This might interest some people here:
I’m doing this class! You can take it for free, although the Professional Certificate costs $$$. For what it’s worth, I like it so far, although it’s geared towards beginners and since I’ve been studying for quite awhile I’ve found week 1 very easy.
So one thing that I’ve learned, is that the course does not teach pandas. They use a custom library called datascience, apparently developed at UC Berkeley. I think they are pretty similar, but nonetheless it is a bit annoying that the course doesn’t just use pandas.
It must be difficult to search Google for help for a project called “datascience”.
I have been taking the class too.
It looks like they built their package on top of numpy and pandas.

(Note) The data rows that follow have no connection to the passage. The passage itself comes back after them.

@pytest.mark.parametrize("over_selection", [1.0, 1.25])  # n = 8 (a power of two) and n = 10
def test_secure_aggregation_moves_the_documented_bytes(over_selection):
    result = run(SECURE + [f"rounds.over_selection={over_selection}"], seed=5)
    parts, rounds, fleet = result.participations, result.rounds, result.fleet
    n_model = result.config.rounds.accept_count
    assert n_model == round(8 * over_selection)
    by_round = rounds.set_index("round")
    n = by_round.loc[parts["round"], "accepted"].to_numpy()
    closed = by_round.loc[parts["round"], "closed_s"].to_numpy()
    dev = parts["device"].to_numpy()
    down, up = fleet.down_mbps[dev] * 1e6, fleet.up_mbps[dev] * 1e6  # bit/s
    log2_up = np.array([(int(k) - 1).bit_length() for k in n])  # ceil(log2 n), exact in integers
    masked = 6e6 * (8 + log2_up) / 8  # n_w (bits + ceil(log2 n)) / 8: 11 bits for n = 8, 12 for n = 10
    # Per client (docs/fleet-file.md, "`secure_aggregation`"; Bonawitz et al. 2017, from memory):
    # key advertisement 2k up, 2kn down; key sharing (n-1)s each way; unmasking (n-1)s up.
    ka = KA + 2 * KEY * n * 8 / down + 2 * KEY * 8 / up
    ks = KS + (n - 1) * SHARE * 8 / down + (n - 1) * SHARE * 8 / up
    u = UNMASK + (n - 1) * SHARE * 8 / up
    outcome, cause, phase = labels(parts, "outcome"), labels(parts, "dropout_cause"), labels(parts, "dropout_phase")
    on_time = outcome == "on-time"
    answered = on_time & (cause == "none")
    assert answered.sum() > 200 and (on_time & (phase == "unmasking")).sum() > 0
    assert close(parts["upload_s"][on_time], (masked * 8 / up)[on_time])
    assert close(parts["download_bytes"][on_time], (24e6 + 2 * KEY * n + (n - 1) * SHARE)[on_time])
    before = 2 * KEY + (n - 1) * SHARE + masked  # up to the unmasking
    spent = np.where(answered, u, np.clip(parts["ended_s"].to_numpy() - closed, 0.0, u))
    assert close(parts["upload_bytes"][on_time], (before + (n - 1) * SHARE * spent / u)[on_time], rtol=1e-9)
    # An answering device ends at close + u_i; the round at close + the longest u_i.
    assert close(parts["ended_s"][answered], (closed + u)[answered], rtol=1e-12, atol=1e-6)
    ends = parts.assign(end=closed + np.where(on_time, u, 0.0))[on_time].groupby("round")["end"].max()
    assert close(by_round.loc[ends.index, "ended_s"], ends, atol=1e-6)
    # Its report arrived at start + download + ka + ks + train + upload, no later than the close;
    # a round closed by its target_reports-th report closed at the last on-time report.
    report = parts["started_s"].to_numpy() + parts.eval("download_s + train_s + upload_s").to_numpy() + ka + ks
    assert (report[on_time] <= closed[on_time] + 1e-6).all()
    last = parts.assign(report=report)[on_time].groupby("round")["report"].max()
    row = by_round.loc[last.index]
    by_target = (row["reports"] >= 8) & (row["closed_s"] < row["selected_s"] + result.config.rounds.report_deadline)
    assert by_target.sum() > 20
    assert close(last[by_target], row.loc[by_target, "closed_s"], atol=1e-6)
    # Energy of an answering device: radio power in every phase but training, plus the unmasking.
    radio, train_w = fleet.radio_power_w[dev], fleet.train_power_w[dev]
    radio_s = parts.eval("download_s + upload_s").to_numpy() + ka + ks + u
    energy = (radio * radio_s + train_w * parts["train_s"].to_numpy()) / 3600
    assert close(parts["energy_wh"][answered], energy[answered], rtol=1e-9)


# ------------------------------------------------------- 3. secure aggregation: threshold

This seems pretty common for data science books and tutorials - the authors making their own packages. Perhaps along with the idea they are making things simpler is that they hope it will take off.
But for an intro course, I think a lot of times it just causes more confusion to beginners. Particularly, when you don’t explain the difference or distinguish between just pure Python, the common packages, then then these one off specialized packages.

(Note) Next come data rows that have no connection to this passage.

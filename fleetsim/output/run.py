"""A run's folder: what :func:`write_run` puts in it and :func:`read_summary` reads back.

Layout of a run folder::

    summary.json        headline figures (docs/metrics.md)
    config.json         the validated configuration the run used
    events.parquet      the event log: one row per device participation
    rounds.parquet      one row per round
    census.parquet      eligible devices counted every 15 minutes by type and region
    tables/*.csv        every derived table
    workloads/NAME/     with several workloads: each one's own run folder as above (no marker);
                        the top level then holds every workload's events (a ``workload``
                        column), the summary with a ``sharing`` block, and the competition tables
    .fleetsim-output    the marker: {"kind": "run", "fleetsim": version, "created": UTC time}
"""

from __future__ import annotations

import json
from collections.abc import Callable, Iterable
from pathlib import Path
from typing import TYPE_CHECKING

from ..errors import FleetsimError
from .files import inside, safe_name, write_csv
from .folders import atomic_folder

if TYPE_CHECKING:
    import pandas as pd

    from ..result import Result

__all__ = ["write_run", "fill_run", "event_frame", "read_summary", "WORKLOADS"]

WORKLOADS = "workloads"
"""Subfolder of a run of several workloads: one run folder per workload (``workloads/NAME/``)."""


def event_frame(result: Result) -> pd.DataFrame:
    """The event log (already labelled, ``Result.participations``) with ISO 8601 UTC timestamps."""
    import pandas as pd  # here, not at the top: the folder rules need no table library

    parts = result.participations
    start = pd.Timestamp(result.config.horizon.start)
    frame = parts.copy()
    frame.insert(5, "accepted_utc", start + pd.to_timedelta(parts["accepted_s"], unit="s"))
    frame.insert(7, "ended_utc", start + pd.to_timedelta(parts["ended_s"], unit="s"))
    return frame


def write_run(
    result: Result, out: str | Path, *, force: bool = False, inputs: Iterable[str | Path] = (),
    label: str | None = None, notice: Callable[[str], None] | None = None,
) -> Path:
    """Write every output of ``result`` to the folder ``out``, all or nothing.

    ``out`` may be new or empty; an earlier fleetsim output there is replaced only with
    ``force``. ``inputs``, ``label`` and ``notice`` as for :func:`atomic_folder`. Raises
    FleetsimError (see :func:`check_target`) with nothing touched.
    """

    return atomic_folder(Path(out), lambda folder: fill_run(result, folder), kind="run", force=force, inputs=inputs,
                         label=label, notice=notice)


def fill_run(result: Result, folder: Path) -> None:
    """Write every file of a run folder of ``result`` (``workloads/NAME/`` too) into the new ``folder``."""
    _fill(result, folder)
    parts = result.workloads
    if len(parts) > 1:
        taken: set[str] = set()
        for name, part in parts.items():
            sub = inside(folder, folder / WORKLOADS / safe_name(name, taken))
            sub.mkdir(parents=True)
            _fill(part, sub)


def _fill(result: Result, folder: Path) -> None:
    """Write one result's summary, settings, event tables and derived tables into ``folder``."""
    (folder / "summary.json").write_text(json.dumps(result.summary, indent=2) + "\n", encoding="utf-8")
    (folder / "config.json").write_text(
        json.dumps(result.config.model_dump(mode="json"), indent=2) + "\n", encoding="utf-8"
    )
    event_frame(result).to_parquet(folder / "events.parquet", index=False)
    # The rounds table of one workload (with its derived columns); of several, the engine's rows.
    rounds = result.tables["rounds"] if "rounds" in result.tables else result.rounds
    rounds.to_parquet(folder / "rounds.parquet", index=False)
    result.census.to_parquet(folder / "census.parquet", index=False)
    tables = folder / "tables"
    tables.mkdir()
    taken: set[str] = set()
    for name, table in result.tables.items():
        write_csv(table, inside(folder, tables / f"{safe_name(name, taken)}.csv"))


def read_summary(run_dir: str | Path) -> dict:
    """Read ``summary.json`` of a run folder; raises FleetsimError if it is missing or broken."""
    path = Path(run_dir) / "summary.json"
    try:
        return json.loads(path.read_text(encoding="utf-8"))
    except OSError as exc:
        raise FleetsimError(f"{path}: cannot read ({exc.strerror or exc}); is {run_dir} a run folder?") from None
    except json.JSONDecodeError as exc:
        raise FleetsimError(f"{path}: not valid JSON ({exc.msg} at line {exc.lineno})") from None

Example of confusion in the message boards was that in one video, they said that they provided the students with a function (so you assume a method in the datascience package) to make a list (here you assume a Python list) but it was numpy’s arange to make a numpy array.
I took a look at the code, and some if it does seem a bit unnecessary.
import numpy as np def make_array(*elements): return np.array(elements)
Yeah, I don’t know for how long I’m going to stick with this, it seems like it’s mostly watching videos then doing multiple choice tests, working on a project may be better… not like I don’t have a ton of those though, haha
So far through week four I’ve been working on the labs and referring to the textbook. Haven’t found the lecture videos necessary. Not sure if I am going to stick with it but leaning towards just pushing through.
Edit: I realized that there were two separate threads about this course, so I move this other post into this longer thread.
This was mentioned at a meetup:
Data 8: The Foundations of Data Science
“Each offering site includes links to assignments, slides, and readings. You are welcome to use any of the materials you find.”
The UC Berkeley Foundations of Data Science course combines three perspectives: inferential thinking, computational thinking, and real-world relevance. Given data arising from some real-world phenomenon, how does one analyze that data so as to understand that phenomenon? The course teaches critical concepts and skills in computer programming and statistical inference, in conjunction with hands-on analysis of real-world datasets, including economic data, document collections, geographical data, and social networks. It delves into social issues surrounding data analysis such as privacy and design.